1997 Communications Decency Act overturned (June)

The Supreme Court rejects the Communications Decency Act. Part of the Telecommunications Act of 1996, the act made it a felony to distribute "indecent material" on the Internet. The court unanimously rules that the law violates the First Amendment.

1998 Ebay IPO

Auction site eBay, started as a location where founder Pierre Omidyar's girlfriend could swap Pez dispensers with other collectors, launches a spectacular IPO. The company's stock price soars 163 percent on its first day of trading.

1998 URL registration privatized

The U.S. government decides to privatize the registration of Internet addresses. Government contractor Network Solutions had enjoyed an exclusive government contract for six years, registering some two million names at seventy dollars apiece. The government creates the Internet Corporation for Assigned Numbers and Names (ICANN) to help privatize the business.

1998 Apple ships iMac (August)

Apple unveils a new personal computer, the iMac. The machine, made of brightly colored translucent plastic, becomes an overnight success, selling some 800,000 units in its first four months on the market. The iMac's success boosts Apple's dwindling market share to 5 percent.

1998 Antitrust suit against Microsoft starts (October)

The Justice Department's long-awaited antitrust suit launches. The government alleges that Microsoft engaged in predatory and anti-competitive business practices regarding its operating system. The case drags on for more than a year.

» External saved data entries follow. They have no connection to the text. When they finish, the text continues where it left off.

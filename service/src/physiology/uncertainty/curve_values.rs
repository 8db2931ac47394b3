//! Values read off a dissociation curve as measurement functions: saturation
//! from PO2, PO2 from saturation, the PO2 change per percentage point of
//! saturation, and P50 at conditions.
//!
//! # Sensitivity coefficients
//!
//! With the Hill slope n_H = d logit S / d ln PO2 (exact for every model, from
//! its own closed form):
//!
//! ```text
//! S from PO2:   ∂S/∂PO2  = S (1 − S) n_H / PO2                       exact
//!               ∂S/∂c    = S (1 − S) ∂logit S/∂c                     ∂logit S/∂c numerical
//! PO2 from S:   ∂PO2/∂S  = PO2 / (n_H S (1 − S))                     exact (implicit-function theorem)
//!               ∂PO2/∂c  = −PO2 (∂logit S/∂c) / n_H                  implicit-function theorem, ∂logit S/∂c numerical
//! P50:          ∂P50/∂c  = −P50 (∂logit S/∂c at P50) / n_H(P50)      as PO2 from S at S = 0.5
//! change per %: g = PO2 / (n_H S (1 − S)) / 100                      all coefficients numerical
//! ```
//!
//! A condition c (pH, PCO2, temperature, 2,3-DPG, base excess, COHb, MetHb,
//! HbF) acts inside each model in its own way; the public model functions
//! give its effect only as values, so ∂logit S/∂c is taken numerically
//! ([`richardson`], on logit S, which keeps full precision on the flat top of
//! the curve). `po2_change_per_percent` needs dn_H/dPO2, the curve's second
//! derivative, which no model exposes, so its coefficients are numerical
//! throughout. Every numerical coefficient is reported as such, with its error
//! estimate, in the budget.

use super::function::{
    richardson, step_for, AbsentReason, DerivedQuantity, MeasurementFunction, Partial, Slot,
};
use super::quantity::{Domain, InputQuantity};
use crate::physiology::conditions::{Condition, ConditionSet, Conditions};
use crate::physiology::error::PhysiologyError;
use crate::physiology::model::{DissociationModel, Model};

/// A curve model at conditions, with the given conditions the model honours
/// as slots.
#[derive(Debug, Clone, PartialEq)]
pub(crate) struct CurveSetting {
    pub(crate) model: Model,
    pub(crate) conditions: Conditions,
    /// (slot index, condition) of each given, honoured condition.
    pub(crate) condition_slots: Vec<(usize, Condition)>,
}

impl CurveSetting {
    /// Append a slot for each condition given in `conditions` that `model`
    /// honours.
    pub(crate) fn new(model: Model, conditions: Conditions, slots: &mut Vec<Slot>) -> CurveSetting {
        let unmodelled = model.unmodelled_conditions(&conditions);
        let given = conditions.given();
        let mut condition_slots = Vec::with_capacity(given.len());
        for condition in given {
            if unmodelled.contains(condition) {
                continue;
            }
            if let Some(value) = condition_value(&conditions, condition) {
                condition_slots.push((slots.len(), condition));
                slots.push(Slot::new(InputQuantity::of_condition(condition), value));
            }
        }
        CurveSetting {
            model,
            conditions,
            condition_slots,
        }
    }

    /// The conditions with the slot values of `x`.
    pub(crate) fn conditions_at(&self, x: &[f64]) -> Conditions {
        let mut c = self.conditions;
        for &(i, condition) in &self.condition_slots {
            set_condition(&mut c, condition, x[i]);
        }
        c
    }

    /// The condition of slot `i`, if it is a condition slot.
    pub(crate) fn condition_of(&self, i: usize) -> Option<Condition> {
        self.condition_slots
            .iter()
            .find(|(slot, _)| *slot == i)
            .map(|(_, c)| *c)
    }

    /// Why a condition quantity is not a slot.
    pub(crate) fn absent_reason(&self, quantity: InputQuantity) -> AbsentReason {
        match quantity.condition() {
            Some(c) if !self.conditions.is_given(c) => AbsentReason::ValueNotGiven,
            Some(_) => AbsentReason::NotHonouredByModel(self.model.info().id),
            None => AbsentReason::NotAnInput,
        }
    }

    /// ∂ logit S / ∂c at PO2 `po2` for the condition of slot `i`, numerically.
    pub(crate) fn logit_partial(
        &self,
        model: &Model,
        po2: f64,
        x: &[f64],
        i: usize,
        condition: Condition,
    ) -> Result<Partial, PhysiologyError> {
        let base = self.conditions_at(x);
        let quantity = InputQuantity::of_condition(condition);
        richardson(
            |v| {
                let mut c = base;
                set_condition(&mut c, condition, v);
                model.logit_saturation(po2, &c)
            },
            x[i],
            step_for(quantity, x[i]),
            quantity.domain(),
        )
    }
}

/// The given value of a condition.
pub(crate) fn condition_value(c: &Conditions, condition: Condition) -> Option<f64> {
    match condition {
        Condition::Ph => c.ph,
        Condition::Pco2 => c.pco2_mmhg,
        Condition::Temperature => c.temperature_celsius,
        Condition::Dpg => c.dpg_mmol_per_l,
        Condition::BaseExcess => c.base_excess_mmol_per_l,
        Condition::Cohb => c.cohb_fraction,
        Condition::Methb => c.methb_fraction,
        Condition::Hbf => c.hbf_fraction,
    }
}

/// Set a condition's value.
pub(crate) fn set_condition(c: &mut Conditions, condition: Condition, value: f64) {
    let slot = match condition {
        Condition::Ph => &mut c.ph,
        Condition::Pco2 => &mut c.pco2_mmhg,
        Condition::Temperature => &mut c.temperature_celsius,
        Condition::Dpg => &mut c.dpg_mmol_per_l,
        Condition::BaseExcess => &mut c.base_excess_mmol_per_l,
        Condition::Cohb => &mut c.cohb_fraction,
        Condition::Methb => &mut c.methb_fraction,
        Condition::Hbf => &mut c.hbf_fraction,
    };
    *slot = Some(value);
}

/// A numerical coefficient scaled by an exact factor, keeping its method (the
/// error estimate scales with it).
fn scaled(partial: Partial, factor: f64) -> Partial {
    use super::function::DerivativeMethod;
    Partial {
        value: partial.value * factor,
        method: match partial.method {
            DerivativeMethod::Numerical {
                step,
                error_estimate,
                one_sided,
            } => DerivativeMethod::Numerical {
                step,
                error_estimate: error_estimate * factor.abs(),
                one_sided,
            },
            exact => exact,
        },
    }
}

/// Functional saturation from PO2 at conditions (SaturationFromTension).
#[derive(Debug, Clone, PartialEq)]
pub struct SaturationFromTension {
    curve: CurveSetting,
    slots: Vec<Slot>,
}

impl SaturationFromTension {
    /// The saturation of `model` at `po2_mmhg` and `conditions`; slots: PO2,
    /// then each given condition the model honours.
    ///
    /// # Errors
    ///
    /// The model's refusal at the estimates.
    pub fn new(
        model: Model,
        po2_mmhg: f64,
        conditions: Conditions,
    ) -> Result<SaturationFromTension, PhysiologyError> {
        model.saturation(po2_mmhg, &conditions)?;
        let mut slots = Vec::with_capacity(1 + Condition::ALL.len());
        slots.push(Slot::new(InputQuantity::Po2, po2_mmhg));
        let curve = CurveSetting::new(model, conditions, &mut slots);
        Ok(SaturationFromTension { curve, slots })
    }
}

impl MeasurementFunction for SaturationFromTension {
    fn quantity(&self) -> DerivedQuantity {
        DerivedQuantity::Saturation
    }
    fn slots(&self) -> &[Slot] {
        &self.slots
    }
    #[inline]
    fn evaluate(&self, x: &[f64]) -> Result<f64, PhysiologyError> {
        if self.curve.condition_slots.is_empty() {
            return self.curve.model.saturation(x[0], &self.curve.conditions);
        }
        self.curve
            .model
            .saturation(x[0], &self.curve.conditions_at(x))
    }
    fn partial(&self, x: &[f64], i: usize) -> Result<Partial, PhysiologyError> {
        let c = self.curve.conditions_at(x);
        let po2 = x[0];
        match self.curve.condition_of(i) {
            None => {
                let (s, slope) = self.curve.model.saturation_and_slope(po2, &c)?;
                Ok(Partial::exact(s * (1.0 - s) * slope / po2))
            }
            Some(condition) => {
                let s = self.curve.model.saturation(po2, &c)?;
                let d = self
                    .curve
                    .logit_partial(&self.curve.model, po2, x, i, condition)?;
                Ok(scaled(d, s * (1.0 - s)))
            }
        }
    }
    fn curve_model(&self) -> Option<&Model> {
        Some(&self.curve.model)
    }
    fn evaluate_with_model(
        &self,
        model: &Model,
        x: &[f64],
    ) -> Option<Result<f64, PhysiologyError>> {
        Some(model.saturation(x[0], &self.curve.conditions_at(x)))
    }
    fn given_conditions(&self) -> ConditionSet {
        self.curve.conditions.given()
    }
    fn absent_reason(&self, quantity: InputQuantity) -> AbsentReason {
        self.curve.absent_reason(quantity)
    }
}

/// PO2 from functional saturation at conditions (TensionFromSaturation), or
/// its `po2_change_per_percent`.
#[derive(Debug, Clone, PartialEq)]
pub struct TensionFromSaturation {
    curve: CurveSetting,
    slots: Vec<Slot>,
    change_per_percent: bool,
}

impl TensionFromSaturation {
    /// The PO2 of `model` at `saturation` and `conditions`; slots: the
    /// saturation (strictly inside (0, 1)), then each given condition the model
    /// honours.
    ///
    /// # Errors
    ///
    /// The model's refusal at the estimates.
    pub fn new(
        model: Model,
        saturation: f64,
        conditions: Conditions,
    ) -> Result<TensionFromSaturation, PhysiologyError> {
        Self::build(model, saturation, conditions, false)
    }

    /// `po2_change_per_percent` = PO2 / (n_H S (1 − S)) / 100 at the same point.
    ///
    /// # Errors
    ///
    /// The model's refusal at the estimates.
    pub fn change_per_percent(
        model: Model,
        saturation: f64,
        conditions: Conditions,
    ) -> Result<TensionFromSaturation, PhysiologyError> {
        Self::build(model, saturation, conditions, true)
    }

    fn build(
        model: Model,
        saturation: f64,
        conditions: Conditions,
        change_per_percent: bool,
    ) -> Result<TensionFromSaturation, PhysiologyError> {
        let po2 = model.tension_mmhg(saturation, &conditions)?;
        model.hill_slope(po2, &conditions)?;
        let mut slots =
            vec![Slot::new(InputQuantity::Saturation, saturation)
                .with_domain(Domain::open(0.0, 1.0))];
        let curve = CurveSetting::new(model, conditions, &mut slots);
        Ok(TensionFromSaturation {
            curve,
            slots,
            change_per_percent,
        })
    }

    fn value_with(&self, model: &Model, x: &[f64]) -> Result<f64, PhysiologyError> {
        let c = self.curve.conditions_at(x);
        let s = x[0];
        let po2 = model.tension_mmhg(s, &c)?;
        if !self.change_per_percent {
            return Ok(po2);
        }
        let slope = model.hill_slope(po2, &c)?;
        Ok(po2 / (slope * s * (1.0 - s)) / 100.0)
    }
}

impl MeasurementFunction for TensionFromSaturation {
    fn quantity(&self) -> DerivedQuantity {
        if self.change_per_percent {
            DerivedQuantity::Po2ChangePerPercent
        } else {
            DerivedQuantity::Po2FromSaturation
        }
    }
    fn slots(&self) -> &[Slot] {
        &self.slots
    }
    fn evaluate(&self, x: &[f64]) -> Result<f64, PhysiologyError> {
        self.value_with(&self.curve.model, x)
    }
    fn partial(&self, x: &[f64], i: usize) -> Result<Partial, PhysiologyError> {
        if self.change_per_percent {
            return super::function::numerical_partial(self, x, i);
        }
        let c = self.curve.conditions_at(x);
        let s = x[0];
        let po2 = self.curve.model.tension_mmhg(s, &c)?;
        let slope = self.curve.model.hill_slope(po2, &c)?;
        match self.curve.condition_of(i) {
            None => Ok(Partial::exact(po2 / (slope * s * (1.0 - s)))),
            Some(condition) => {
                let d = self
                    .curve
                    .logit_partial(&self.curve.model, po2, x, i, condition)?;
                Ok(scaled(d, -po2 / slope))
            }
        }
    }
    fn curve_model(&self) -> Option<&Model> {
        Some(&self.curve.model)
    }
    fn evaluate_with_model(
        &self,
        model: &Model,
        x: &[f64],
    ) -> Option<Result<f64, PhysiologyError>> {
        Some(self.value_with(model, x))
    }
    fn given_conditions(&self) -> ConditionSet {
        self.curve.conditions.given()
    }
    fn absent_reason(&self, quantity: InputQuantity) -> AbsentReason {
        self.curve.absent_reason(quantity)
    }
}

1998 Clinton signs Digital Millennium Copyright Act (October)

President Clinton signs a law imposing new safeguards for copyrighted materials on the Internet. The legislation also bars technologies that can crack copyright protection devices.

1998 San Jose Tech Museum opens (November)

The San Jose Tech Museum opens in the heart of Silicon Valley. Silicon Valley technology firms largely fund the $96 million hands-on science museum.

1998 AOL buys Netscape (November)

America Online rocks the online world when it announces it will buy Netscape Communications. Some industry analysts say the move will make AOL powerful enough to challenge Microsoft's dominance in the technology industry.

1999 Disney and Infoseek launch the Go Network (January)

Disney and Infoseek create the Go Network and launch an aggressive advertising campaign to drive traffic to the site. In July, Disney buys a majority stake in Infoseek.

1999 Prodigy Classic online service folds (January)

Citing Y2K computer problems, Prodigy announces it will shut down its Prodigy Classic online service. The company had focused on its Internet service provider business for several years, but maintained the online service, which still had about 208,000 customers.

1999 Gates increases philanthropic efforts (August)

Bill Gates merges his two charitable foundations, the William H. Gates Foundation and the Gates Learning Foundation, into one organization, the Bill and Melinda Gates Foundation. The merger created the country's richest charitable foundation, worth $17.1 billion. The foundation committed $750 million over the next five years to buy vaccines for more than 25 million children in nearly seventy poor countries.